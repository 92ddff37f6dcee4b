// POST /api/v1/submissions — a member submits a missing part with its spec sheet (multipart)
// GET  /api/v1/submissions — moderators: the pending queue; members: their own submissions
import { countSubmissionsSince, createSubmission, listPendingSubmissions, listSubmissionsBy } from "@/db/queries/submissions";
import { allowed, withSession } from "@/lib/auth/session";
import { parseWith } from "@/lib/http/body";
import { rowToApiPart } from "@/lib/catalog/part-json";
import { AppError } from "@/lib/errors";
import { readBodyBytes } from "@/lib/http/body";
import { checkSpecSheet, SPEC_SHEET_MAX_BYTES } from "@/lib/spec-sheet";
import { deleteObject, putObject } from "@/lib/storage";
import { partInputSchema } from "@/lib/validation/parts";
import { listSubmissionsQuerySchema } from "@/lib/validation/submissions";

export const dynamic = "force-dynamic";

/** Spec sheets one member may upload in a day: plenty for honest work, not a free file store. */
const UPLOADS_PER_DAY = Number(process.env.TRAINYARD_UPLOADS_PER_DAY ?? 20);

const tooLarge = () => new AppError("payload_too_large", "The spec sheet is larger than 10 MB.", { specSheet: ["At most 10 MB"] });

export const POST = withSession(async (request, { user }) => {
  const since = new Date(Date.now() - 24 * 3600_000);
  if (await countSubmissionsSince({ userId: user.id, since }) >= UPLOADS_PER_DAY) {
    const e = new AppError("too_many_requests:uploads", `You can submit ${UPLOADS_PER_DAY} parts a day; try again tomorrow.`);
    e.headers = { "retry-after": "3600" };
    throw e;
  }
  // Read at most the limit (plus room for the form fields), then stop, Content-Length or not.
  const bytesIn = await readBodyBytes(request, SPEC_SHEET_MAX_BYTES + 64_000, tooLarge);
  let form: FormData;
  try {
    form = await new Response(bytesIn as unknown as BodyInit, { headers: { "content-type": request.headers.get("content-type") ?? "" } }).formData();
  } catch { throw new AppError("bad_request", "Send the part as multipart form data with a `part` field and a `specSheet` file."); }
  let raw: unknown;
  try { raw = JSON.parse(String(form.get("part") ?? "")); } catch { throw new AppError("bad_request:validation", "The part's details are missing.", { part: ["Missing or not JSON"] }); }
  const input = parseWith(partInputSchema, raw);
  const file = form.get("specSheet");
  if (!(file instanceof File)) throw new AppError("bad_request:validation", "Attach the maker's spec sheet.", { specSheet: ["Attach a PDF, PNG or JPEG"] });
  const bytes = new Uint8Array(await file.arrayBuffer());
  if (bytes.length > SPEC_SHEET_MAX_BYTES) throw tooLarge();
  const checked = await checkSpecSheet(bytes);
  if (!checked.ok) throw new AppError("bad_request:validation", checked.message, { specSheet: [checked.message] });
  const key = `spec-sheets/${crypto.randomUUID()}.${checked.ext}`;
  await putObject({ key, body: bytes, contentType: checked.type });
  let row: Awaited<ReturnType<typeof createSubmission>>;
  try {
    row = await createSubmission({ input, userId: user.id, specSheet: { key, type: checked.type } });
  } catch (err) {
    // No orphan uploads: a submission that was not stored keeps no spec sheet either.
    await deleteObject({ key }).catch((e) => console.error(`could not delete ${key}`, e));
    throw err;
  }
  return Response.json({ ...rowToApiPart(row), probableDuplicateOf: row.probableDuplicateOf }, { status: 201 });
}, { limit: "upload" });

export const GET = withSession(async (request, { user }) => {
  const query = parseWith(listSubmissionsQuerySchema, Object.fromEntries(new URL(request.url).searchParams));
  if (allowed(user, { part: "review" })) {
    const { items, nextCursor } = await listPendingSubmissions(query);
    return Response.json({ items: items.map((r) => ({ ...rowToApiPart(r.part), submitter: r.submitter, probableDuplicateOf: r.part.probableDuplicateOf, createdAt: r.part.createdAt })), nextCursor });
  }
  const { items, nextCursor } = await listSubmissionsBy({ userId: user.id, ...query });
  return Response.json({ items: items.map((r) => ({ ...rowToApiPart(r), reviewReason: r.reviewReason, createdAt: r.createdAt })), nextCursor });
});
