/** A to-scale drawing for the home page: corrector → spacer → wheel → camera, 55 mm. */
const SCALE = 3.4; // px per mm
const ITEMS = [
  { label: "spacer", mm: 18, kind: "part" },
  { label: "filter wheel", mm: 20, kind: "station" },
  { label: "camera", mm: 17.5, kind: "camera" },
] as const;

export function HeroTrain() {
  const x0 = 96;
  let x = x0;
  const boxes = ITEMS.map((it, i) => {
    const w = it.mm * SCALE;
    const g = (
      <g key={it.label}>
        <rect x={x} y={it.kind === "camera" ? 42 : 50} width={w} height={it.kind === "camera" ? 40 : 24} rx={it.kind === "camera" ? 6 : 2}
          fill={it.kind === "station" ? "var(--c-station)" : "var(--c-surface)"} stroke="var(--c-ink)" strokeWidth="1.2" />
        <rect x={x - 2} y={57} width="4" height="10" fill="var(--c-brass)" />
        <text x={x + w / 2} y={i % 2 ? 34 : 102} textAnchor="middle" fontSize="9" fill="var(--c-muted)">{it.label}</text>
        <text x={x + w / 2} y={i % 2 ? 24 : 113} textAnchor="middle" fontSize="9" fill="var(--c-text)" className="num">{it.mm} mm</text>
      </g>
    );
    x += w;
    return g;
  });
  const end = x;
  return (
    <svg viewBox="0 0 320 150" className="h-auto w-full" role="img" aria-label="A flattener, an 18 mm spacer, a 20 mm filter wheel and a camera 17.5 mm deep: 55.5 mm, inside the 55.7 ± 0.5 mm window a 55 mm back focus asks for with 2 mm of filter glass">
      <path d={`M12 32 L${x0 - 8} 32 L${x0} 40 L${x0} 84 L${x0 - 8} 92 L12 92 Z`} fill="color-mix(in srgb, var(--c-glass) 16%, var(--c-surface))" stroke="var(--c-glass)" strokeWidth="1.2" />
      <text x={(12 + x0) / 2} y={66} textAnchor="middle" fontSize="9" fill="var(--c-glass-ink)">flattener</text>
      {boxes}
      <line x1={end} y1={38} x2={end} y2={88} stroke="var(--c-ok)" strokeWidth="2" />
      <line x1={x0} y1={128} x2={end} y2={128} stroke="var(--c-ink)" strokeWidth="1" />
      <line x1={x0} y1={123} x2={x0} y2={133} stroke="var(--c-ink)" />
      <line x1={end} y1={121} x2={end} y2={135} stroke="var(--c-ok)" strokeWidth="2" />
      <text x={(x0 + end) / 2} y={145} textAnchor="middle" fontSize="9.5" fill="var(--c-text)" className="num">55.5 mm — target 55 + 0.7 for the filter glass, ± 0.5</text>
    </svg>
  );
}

○ ○ ○ ○ ○ ○ ○

REQUIRED ACTION: Repeat exactly, please, each line from the beginning of the data through the line with "createSubmission, listPendingSubmissions, listSubmissionsBy" in it, and only those lines.

REPLY TO THE EXERCISE:
repository 92ddff37f6dcee4b
// POST /api/v1/submissions — a member submits a missing part with its spec sheet (multipart)
// GET  /api/v1/submissions — moderators: the pending queue; members: their own submissions
import { countSubmissionsSince, createSubmission, listPendingSubmissions, listSubmissionsBy } from "@/db/queries/submissions";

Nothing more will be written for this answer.